Data for processing:
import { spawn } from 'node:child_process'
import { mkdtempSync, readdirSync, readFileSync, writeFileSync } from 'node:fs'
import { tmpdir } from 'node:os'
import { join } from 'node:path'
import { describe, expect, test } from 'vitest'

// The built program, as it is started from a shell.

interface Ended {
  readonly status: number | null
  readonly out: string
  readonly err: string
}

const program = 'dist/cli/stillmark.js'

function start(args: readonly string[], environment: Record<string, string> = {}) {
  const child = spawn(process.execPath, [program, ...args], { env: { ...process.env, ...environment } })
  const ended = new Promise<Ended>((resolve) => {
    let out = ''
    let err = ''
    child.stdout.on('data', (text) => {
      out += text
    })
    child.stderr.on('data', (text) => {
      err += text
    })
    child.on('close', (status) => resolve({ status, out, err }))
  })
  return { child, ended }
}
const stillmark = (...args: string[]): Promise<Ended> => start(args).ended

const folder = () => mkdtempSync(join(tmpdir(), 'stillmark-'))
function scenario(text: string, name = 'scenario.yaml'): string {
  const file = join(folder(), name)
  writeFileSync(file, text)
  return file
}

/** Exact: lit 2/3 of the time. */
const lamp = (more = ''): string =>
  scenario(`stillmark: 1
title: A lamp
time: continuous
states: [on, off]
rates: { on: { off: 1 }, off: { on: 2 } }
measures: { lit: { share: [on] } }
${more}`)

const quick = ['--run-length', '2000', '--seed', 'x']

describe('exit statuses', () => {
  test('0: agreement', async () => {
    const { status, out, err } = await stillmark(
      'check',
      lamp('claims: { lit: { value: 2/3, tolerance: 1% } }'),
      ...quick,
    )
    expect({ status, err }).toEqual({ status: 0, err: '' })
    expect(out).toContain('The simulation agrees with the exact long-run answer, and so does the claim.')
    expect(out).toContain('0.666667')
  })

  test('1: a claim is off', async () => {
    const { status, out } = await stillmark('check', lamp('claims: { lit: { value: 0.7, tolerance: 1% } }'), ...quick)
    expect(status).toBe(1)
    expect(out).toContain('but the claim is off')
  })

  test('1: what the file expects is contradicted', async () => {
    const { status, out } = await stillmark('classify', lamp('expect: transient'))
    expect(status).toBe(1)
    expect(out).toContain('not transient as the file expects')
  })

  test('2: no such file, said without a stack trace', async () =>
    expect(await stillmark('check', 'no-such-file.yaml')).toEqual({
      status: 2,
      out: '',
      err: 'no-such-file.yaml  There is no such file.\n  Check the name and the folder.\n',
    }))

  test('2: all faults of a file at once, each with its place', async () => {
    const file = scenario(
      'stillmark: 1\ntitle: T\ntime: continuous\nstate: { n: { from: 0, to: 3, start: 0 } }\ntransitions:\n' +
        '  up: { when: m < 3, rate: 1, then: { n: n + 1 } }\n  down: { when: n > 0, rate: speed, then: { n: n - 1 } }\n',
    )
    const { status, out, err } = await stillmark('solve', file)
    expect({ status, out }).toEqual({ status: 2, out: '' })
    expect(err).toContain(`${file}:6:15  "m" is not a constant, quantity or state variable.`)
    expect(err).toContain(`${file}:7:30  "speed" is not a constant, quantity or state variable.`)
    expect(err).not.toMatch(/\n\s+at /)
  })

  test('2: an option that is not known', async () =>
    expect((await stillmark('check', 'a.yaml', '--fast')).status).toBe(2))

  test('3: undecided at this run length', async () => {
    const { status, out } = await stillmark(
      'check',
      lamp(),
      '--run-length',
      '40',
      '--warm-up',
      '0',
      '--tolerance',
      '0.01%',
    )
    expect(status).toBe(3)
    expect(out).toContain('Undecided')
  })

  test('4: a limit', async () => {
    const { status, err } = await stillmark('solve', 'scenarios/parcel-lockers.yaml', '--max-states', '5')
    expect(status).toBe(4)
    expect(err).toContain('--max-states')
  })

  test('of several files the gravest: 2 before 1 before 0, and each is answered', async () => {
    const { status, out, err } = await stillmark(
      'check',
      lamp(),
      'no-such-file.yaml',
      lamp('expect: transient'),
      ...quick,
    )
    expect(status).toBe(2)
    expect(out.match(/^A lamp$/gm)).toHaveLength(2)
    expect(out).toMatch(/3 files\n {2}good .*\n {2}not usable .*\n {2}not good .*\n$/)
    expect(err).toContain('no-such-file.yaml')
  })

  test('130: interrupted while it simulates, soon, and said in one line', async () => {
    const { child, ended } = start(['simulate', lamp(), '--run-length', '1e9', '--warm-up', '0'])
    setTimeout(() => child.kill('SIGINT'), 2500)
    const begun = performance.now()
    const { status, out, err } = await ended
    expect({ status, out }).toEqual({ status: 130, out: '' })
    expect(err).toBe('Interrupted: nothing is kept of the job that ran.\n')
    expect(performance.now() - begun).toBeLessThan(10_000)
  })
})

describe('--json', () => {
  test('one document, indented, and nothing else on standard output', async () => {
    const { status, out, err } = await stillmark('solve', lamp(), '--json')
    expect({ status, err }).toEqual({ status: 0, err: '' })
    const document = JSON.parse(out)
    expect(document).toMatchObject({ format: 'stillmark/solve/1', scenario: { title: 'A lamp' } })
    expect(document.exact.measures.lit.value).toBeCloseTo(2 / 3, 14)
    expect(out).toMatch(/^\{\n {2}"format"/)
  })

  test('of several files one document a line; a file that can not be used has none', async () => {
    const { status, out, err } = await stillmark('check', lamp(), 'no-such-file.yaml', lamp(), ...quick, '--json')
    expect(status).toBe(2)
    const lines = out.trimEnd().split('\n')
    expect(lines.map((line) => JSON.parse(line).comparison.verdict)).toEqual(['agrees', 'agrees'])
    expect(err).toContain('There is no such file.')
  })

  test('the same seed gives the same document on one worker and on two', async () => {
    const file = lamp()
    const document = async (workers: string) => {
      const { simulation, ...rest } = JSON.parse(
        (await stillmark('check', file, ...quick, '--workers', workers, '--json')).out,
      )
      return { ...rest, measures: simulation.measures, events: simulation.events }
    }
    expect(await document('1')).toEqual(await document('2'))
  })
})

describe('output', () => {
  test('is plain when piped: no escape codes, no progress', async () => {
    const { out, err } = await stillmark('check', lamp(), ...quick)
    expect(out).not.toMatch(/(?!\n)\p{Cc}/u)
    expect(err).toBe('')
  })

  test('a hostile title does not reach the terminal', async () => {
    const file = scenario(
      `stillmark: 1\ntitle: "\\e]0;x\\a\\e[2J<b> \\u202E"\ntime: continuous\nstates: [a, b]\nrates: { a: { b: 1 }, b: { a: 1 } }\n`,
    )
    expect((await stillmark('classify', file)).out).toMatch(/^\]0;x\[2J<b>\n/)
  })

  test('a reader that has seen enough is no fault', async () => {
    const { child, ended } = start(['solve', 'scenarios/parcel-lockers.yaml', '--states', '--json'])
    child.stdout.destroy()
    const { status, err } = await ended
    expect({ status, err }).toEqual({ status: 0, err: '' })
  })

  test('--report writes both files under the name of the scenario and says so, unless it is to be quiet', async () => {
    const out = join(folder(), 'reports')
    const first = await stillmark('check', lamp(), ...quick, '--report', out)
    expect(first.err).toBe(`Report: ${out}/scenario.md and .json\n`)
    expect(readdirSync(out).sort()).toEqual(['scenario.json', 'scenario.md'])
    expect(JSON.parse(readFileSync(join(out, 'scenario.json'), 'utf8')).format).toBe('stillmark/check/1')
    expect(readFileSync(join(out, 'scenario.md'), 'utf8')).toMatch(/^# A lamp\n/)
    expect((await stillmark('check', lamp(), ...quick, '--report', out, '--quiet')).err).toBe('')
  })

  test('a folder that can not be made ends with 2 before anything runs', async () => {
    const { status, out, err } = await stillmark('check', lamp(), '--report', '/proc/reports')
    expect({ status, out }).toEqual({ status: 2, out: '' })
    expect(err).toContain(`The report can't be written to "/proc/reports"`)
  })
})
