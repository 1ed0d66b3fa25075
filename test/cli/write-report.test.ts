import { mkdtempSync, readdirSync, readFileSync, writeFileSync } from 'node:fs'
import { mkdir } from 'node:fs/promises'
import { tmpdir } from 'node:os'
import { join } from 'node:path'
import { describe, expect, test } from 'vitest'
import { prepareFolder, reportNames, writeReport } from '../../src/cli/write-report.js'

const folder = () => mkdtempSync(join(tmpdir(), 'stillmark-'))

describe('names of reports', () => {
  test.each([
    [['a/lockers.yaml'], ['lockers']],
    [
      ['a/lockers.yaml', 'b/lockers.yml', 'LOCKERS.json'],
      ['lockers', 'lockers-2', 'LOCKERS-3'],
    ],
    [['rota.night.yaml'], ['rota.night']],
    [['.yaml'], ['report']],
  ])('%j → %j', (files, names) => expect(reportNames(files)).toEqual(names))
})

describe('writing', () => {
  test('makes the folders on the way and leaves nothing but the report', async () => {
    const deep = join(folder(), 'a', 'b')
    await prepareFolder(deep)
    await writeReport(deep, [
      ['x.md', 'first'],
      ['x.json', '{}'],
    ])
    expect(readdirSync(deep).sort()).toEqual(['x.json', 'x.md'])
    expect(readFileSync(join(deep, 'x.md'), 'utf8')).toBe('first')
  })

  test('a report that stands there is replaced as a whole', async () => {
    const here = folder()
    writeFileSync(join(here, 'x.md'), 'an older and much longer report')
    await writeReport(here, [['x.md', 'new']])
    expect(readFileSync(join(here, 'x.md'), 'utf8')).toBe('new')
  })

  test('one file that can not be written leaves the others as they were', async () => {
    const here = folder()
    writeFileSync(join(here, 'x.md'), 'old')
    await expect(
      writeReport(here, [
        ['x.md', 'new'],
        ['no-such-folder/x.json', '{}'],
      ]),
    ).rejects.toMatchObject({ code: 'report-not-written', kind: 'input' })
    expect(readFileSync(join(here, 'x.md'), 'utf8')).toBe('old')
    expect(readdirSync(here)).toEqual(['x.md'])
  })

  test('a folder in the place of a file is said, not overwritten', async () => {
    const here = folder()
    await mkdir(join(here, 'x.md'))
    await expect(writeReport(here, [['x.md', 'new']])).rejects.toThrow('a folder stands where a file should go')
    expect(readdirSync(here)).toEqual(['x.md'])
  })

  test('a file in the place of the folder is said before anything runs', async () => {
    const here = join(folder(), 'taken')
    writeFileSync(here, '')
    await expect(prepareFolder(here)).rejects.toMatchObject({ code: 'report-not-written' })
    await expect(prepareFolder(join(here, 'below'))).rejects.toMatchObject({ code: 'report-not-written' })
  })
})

---

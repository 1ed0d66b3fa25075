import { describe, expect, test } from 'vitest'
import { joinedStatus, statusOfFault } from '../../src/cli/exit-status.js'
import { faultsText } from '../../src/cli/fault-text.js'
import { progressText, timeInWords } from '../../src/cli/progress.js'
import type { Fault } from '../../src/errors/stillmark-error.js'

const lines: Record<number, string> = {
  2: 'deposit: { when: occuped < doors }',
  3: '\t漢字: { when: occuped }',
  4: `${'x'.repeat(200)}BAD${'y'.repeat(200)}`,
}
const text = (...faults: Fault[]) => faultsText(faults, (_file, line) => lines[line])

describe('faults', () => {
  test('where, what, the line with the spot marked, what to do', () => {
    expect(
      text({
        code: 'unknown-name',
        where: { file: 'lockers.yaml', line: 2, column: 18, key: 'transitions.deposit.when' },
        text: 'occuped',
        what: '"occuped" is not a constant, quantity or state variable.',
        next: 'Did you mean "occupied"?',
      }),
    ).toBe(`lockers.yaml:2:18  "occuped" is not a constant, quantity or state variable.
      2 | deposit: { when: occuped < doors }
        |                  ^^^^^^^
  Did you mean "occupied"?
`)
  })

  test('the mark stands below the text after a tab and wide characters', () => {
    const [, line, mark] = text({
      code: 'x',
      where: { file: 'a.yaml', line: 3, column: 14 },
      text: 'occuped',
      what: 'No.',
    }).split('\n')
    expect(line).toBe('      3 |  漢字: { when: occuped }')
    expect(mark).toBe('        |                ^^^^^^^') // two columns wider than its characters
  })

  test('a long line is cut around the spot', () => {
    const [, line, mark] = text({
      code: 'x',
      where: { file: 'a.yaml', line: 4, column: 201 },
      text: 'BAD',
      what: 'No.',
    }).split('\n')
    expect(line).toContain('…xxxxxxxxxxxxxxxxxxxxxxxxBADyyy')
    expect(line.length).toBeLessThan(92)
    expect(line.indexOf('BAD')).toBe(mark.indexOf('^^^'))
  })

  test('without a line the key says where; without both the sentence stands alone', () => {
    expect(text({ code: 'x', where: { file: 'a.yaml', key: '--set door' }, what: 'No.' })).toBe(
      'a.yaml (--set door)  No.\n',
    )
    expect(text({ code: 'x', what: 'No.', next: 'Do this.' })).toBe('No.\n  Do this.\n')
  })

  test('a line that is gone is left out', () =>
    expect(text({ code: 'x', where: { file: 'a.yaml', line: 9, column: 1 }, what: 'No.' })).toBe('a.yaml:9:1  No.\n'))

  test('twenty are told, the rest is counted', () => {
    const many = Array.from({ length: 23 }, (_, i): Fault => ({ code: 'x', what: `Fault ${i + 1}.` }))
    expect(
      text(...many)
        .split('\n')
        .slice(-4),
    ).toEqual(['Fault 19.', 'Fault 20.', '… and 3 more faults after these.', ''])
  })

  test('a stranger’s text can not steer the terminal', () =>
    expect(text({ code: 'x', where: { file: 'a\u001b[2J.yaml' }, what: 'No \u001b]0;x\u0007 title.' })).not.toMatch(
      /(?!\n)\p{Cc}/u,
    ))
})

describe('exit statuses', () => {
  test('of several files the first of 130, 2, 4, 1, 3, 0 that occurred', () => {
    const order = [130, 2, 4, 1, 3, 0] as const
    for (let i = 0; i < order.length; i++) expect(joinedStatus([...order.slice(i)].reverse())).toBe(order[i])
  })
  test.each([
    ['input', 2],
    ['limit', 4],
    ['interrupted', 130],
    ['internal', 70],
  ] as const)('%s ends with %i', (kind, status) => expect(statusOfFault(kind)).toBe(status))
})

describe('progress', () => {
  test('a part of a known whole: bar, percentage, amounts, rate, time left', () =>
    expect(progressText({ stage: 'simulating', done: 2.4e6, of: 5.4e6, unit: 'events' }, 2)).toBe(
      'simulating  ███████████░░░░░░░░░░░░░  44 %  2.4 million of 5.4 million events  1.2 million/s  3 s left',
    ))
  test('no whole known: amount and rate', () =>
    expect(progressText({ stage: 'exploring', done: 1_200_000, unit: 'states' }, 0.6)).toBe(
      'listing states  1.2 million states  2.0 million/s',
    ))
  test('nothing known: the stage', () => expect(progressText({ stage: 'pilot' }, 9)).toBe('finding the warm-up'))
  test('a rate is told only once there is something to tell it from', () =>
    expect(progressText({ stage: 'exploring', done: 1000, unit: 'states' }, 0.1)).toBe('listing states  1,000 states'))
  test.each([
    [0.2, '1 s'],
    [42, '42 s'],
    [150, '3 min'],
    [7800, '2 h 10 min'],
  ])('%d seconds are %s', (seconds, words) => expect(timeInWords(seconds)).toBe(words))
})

Task to complete:
Every line with the string "output" in the material should be returned.

Response for this exercise:
  test('one document, indented, and nothing else on standard output', async () => {
describe('output', () => {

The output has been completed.